== TASK ITEM ==
Check every line of the records below for the string "fputs" and copy the ones that have it.

== TASK INPUTS ==
= = = =

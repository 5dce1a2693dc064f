/* SPDX-License-Identifier: GPL-3.0-or-later */
/* Text, numbers and files for the command line; see text.h. */
#include "text.h"

#include <ctype.h>
#include <errno.h>
#include <math.h>
#include <stdarg.h>
#include <stdint.h>
#include <stdlib.h>
#include <string.h>
#include <unistd.h>

void *lwc_grow(void *memory, size_t bytes)
{
    void *grown = realloc(memory, bytes > 0 ? bytes : 1);
    if (grown == NULL) {
        fputs("leeway: out of memory; ask for less at once, or close other programs\n", stderr);
        exit(LWC_EXIT_ERROR);
    }
    return grown;
}

char *lwc_copy(const char *string)
{
    size_t len = strlen(string) + 1;
    char *copy = lwc_grow(NULL, len);
    memcpy(copy, string, len);
    return copy;
}

void lwc_text_clear(lwc_text *text)
{
    free(text->data);
    *text = (lwc_text){0};
}

void lwc_text_reset(lwc_text *text)
{
    text->len = 0;
    if (text->data != NULL) {
        text->data[0] = '\0';
    }
}

/* Room for `more` bytes and the closing NUL. */
static void reserve(lwc_text *text, size_t more)
{
    if (more > SIZE_MAX / 4 - text->len) {
        more = SIZE_MAX / 4; /* lets lwc_grow fail with its sentence */
    }
    size_t need = text->len + more + 1;
    if (need > text->cap) {
        size_t cap = text->cap < 64 ? 64 : text->cap;
        while (cap < need) {
            cap *= 2;
        }
        text->data = lwc_grow(text->data, cap);
        text->cap = cap;
    }
}

void lwc_text_add(lwc_text *text, const char *bytes, size_t len)
{
    reserve(text, len);
    if (len > 0) {
        memcpy(text->data + text->len, bytes, len);
    }
    text->len += len;
    text->data[text->len] = '\0';
}

void lwc_text_puts(lwc_text *text, const char *string)
{
    lwc_text_add(text, string, strlen(string));
}

void lwc_text_putc(lwc_text *text, char c)
{
    lwc_text_add(text, &c, 1);
}

void lwc_text_fill(lwc_text *text, char c, size_t count)
{
    reserve(text, count);
    memset(text->data + text->len, c, count);
    text->len += count;
    text->data[text->len] = '\0';
}

void lwc_text_printf(lwc_text *text, const char *format, ...)
{
    va_list args;
    va_start(args, format);
    va_list again;
    va_copy(again, args);
    int need = vsnprintf(NULL, 0, format, args);
    va_end(args);
    if (need > 0) {
        reserve(text, (size_t)need);
        (void)vsnprintf(text->data + text->len, (size_t)need + 1, format, again);
        text->len += (size_t)need;
    }
    va_end(again);
}

const char *lwc_text_string(const lwc_text *text)
{
    return text->data != NULL ? text->data : "";
}

void lwc_text_exact(lwc_text *text, double value)
{
    char digits[40];
    for (int precision = 15; precision <= 17; precision++) {
        (void)snprintf(digits, sizeof digits, "%.*g", precision, value);
        double back = strtod(digits, NULL);
        if (memcmp(&back, &value, sizeof back) == 0) {
            break;
        }
    }
    lwc_text_puts(text, digits);
}

void lwc_text_number(lwc_text *text, double value, int digits)
{
    char out[64];
    (void)snprintf(out, sizeof out, "%.*g", digits, value);
    lwc_text_puts(text, strcmp(out, "-0") == 0 ? "0" : out);
}

size_t lwc_utf8_length(const char *bytes, size_t left)
{
    const unsigned char *p = (const unsigned char *)bytes;
    size_t need = left == 0 ? 0 : p[0] < 0x80 ? 1 : p[0] >= 0xf0 ? 4 : p[0] >= 0xe0 ? 3 : 2;
    if (need < 2) {
        return need;
    }
    bool ok = p[0] >= 0xc2 && p[0] <= 0xf4 && left >= need;
    for (size_t i = 1; ok && i < need; i++) {
        ok = (p[i] & 0xc0) == 0x80;
    }
    /* No longer form than needed, no surrogates, nothing beyond U+10FFFF. */
    ok = ok && !(p[0] == 0xe0 && p[1] < 0xa0) && !(p[0] == 0xed && p[1] > 0x9f) &&
         !(p[0] == 0xf0 && p[1] < 0x90) && !(p[0] == 0xf4 && p[1] > 0x8f);
    return ok ? need : 0;
}

void lwc_text_safe(lwc_text *text, const char *bytes, size_t len)
{
    for (size_t i = 0; i < len;) {
        unsigned char c = (unsigned char)bytes[i];
        size_t step = lwc_utf8_length(bytes + i, len - i);
        bool two_byte_control = c == 0xc2 && step == 2 && (unsigned char)bytes[i + 1] < 0xa0;
        if (c == '\n' || c == '\r' || c == '\t') {
            lwc_text_putc(text, ' ');
        } else if (c < 0x20 || c == 0x7f || step == 0 || two_byte_control) {
            lwc_text_putc(text, '?');
        } else {
            lwc_text_add(text, bytes + i, step);
        }
        i += step > 0 ? step : 1;
    }
}

size_t lwc_columns(const char *string)
{
    size_t columns = 0;
    for (const char *p = string; *p != '\0'; p++) {
        columns += ((unsigned char)*p & 0xc0) != 0x80;
    }
    return columns;
}

/* Length of the number at `p` in the JSON grammar, 0 if there is none. */
static size_t number_length(const char *p)
{
    const char *start = p;
    p += *p == '-' || *p == '+';
    if (!isdigit((unsigned char)*p)) {
        return 0;
    }
    while (isdigit((unsigned char)*p)) {
        p++;
    }
    if (*p == '.') {
        p++;
        if (!isdigit((unsigned char)*p)) {
            return 0;
        }
        while (isdigit((unsigned char)*p)) {
            p++;
        }
    }
    if (*p == 'e' || *p == 'E') {
        p++;
        p += *p == '-' || *p == '+';
        if (!isdigit((unsigned char)*p)) {
            return 0;
        }
        while (isdigit((unsigned char)*p)) {
            p++;
        }
    }
    return (size_t)(p - start);
}

bool lwc_read_number(const char *string, double *out)
{
    size_t len = number_length(string);
    if (len == 0 || string[len] != '\0') {
        return false;
    }
    double value = strtod(string, NULL);
    if (!isfinite(value)) {
        return false;
    }
    *out = value;
    return true;
}

bool lwc_read_count(const char *string, long largest, long *out)
{
    if (!isdigit((unsigned char)string[0])) {
        return false;
    }
    char *end = NULL;
    errno = 0;
    long value = strtol(string, &end, 10);
    if (errno != 0 || *end != '\0' || value < 1 || value > largest) {
        return false;
    }
    *out = value;
    return true;
}

bool lwc_starts(const char *string, const char *prefix)
{
    return strncmp(string, prefix, strlen(prefix)) == 0;
}

bool lwc_is_name(const char *string, size_t len, bool parts)
{
    if (len == 0 || len > (parts ? 65u : 32u)) {
        return false;
    }
    for (size_t i = 0; i < len; i++) {
        char c = string[i];
        bool fits = (c >= 'a' && c <= 'z') || (c >= '0' && c <= '9') || c == '-';
        bool dot = parts && c == '.' && i > 0 && i + 1 < len && string[i - 1] != '.';
        if (!fits && !dot) {
            return false;
        }
    }
    return true;
}

void lwc_complain(const char *format, ...)
{
    va_list args;
    va_start(args, format);
    fputs("leeway: ", stderr);
    (void)vfprintf(stderr, format, args);
    fputc('\n', stderr);
    va_end(args);
}

bool lwc_read_file(lwc_text *out, const char *path, size_t most, lwc_text *why)
{
    bool standard_input = strcmp(path, "-") == 0;
    FILE *file = standard_input ? stdin : fopen(path, "rb");
    if (file == NULL) {
        lwc_text_printf(why, "cannot open %s: %s", path, strerror(errno));
        return false;
    }
    lwc_text_add(out, "", 0);
    char chunk[16384];
    size_t got = 0;
    while (out->len <= most && (got = fread(chunk, 1, sizeof chunk, file)) > 0) {
        lwc_text_add(out, chunk, got);
    }
    bool ok = !ferror(file) && out->len <= most;
    if (ferror(file)) {
        lwc_text_printf(why, "cannot read %s: %s", path, strerror(errno));
    } else if (!ok) {
        lwc_text_printf(why, "%s holds more than %zu MB, which is the most", path,
                        most / (1024u * 1024u));
    }
    if (!standard_input) {
        (void)fclose(file);
    }
    return ok;
}

bool lwc_may_colour(FILE *stream)
{
    const char *no_colour = getenv("NO_COLOR");
    const char *terminal = getenv("TERM");
    return isatty(fileno(stream)) && (no_colour == NULL || no_colour[0] == '\0') &&
           terminal != NULL && strcmp(terminal, "dumb") != 0;
}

= = = =

== ANSWER SECTION ==
        fputs("leeway: out of memory; ask for less at once, or close other programs\n", stderr);
    fputs("leeway: ", stderr);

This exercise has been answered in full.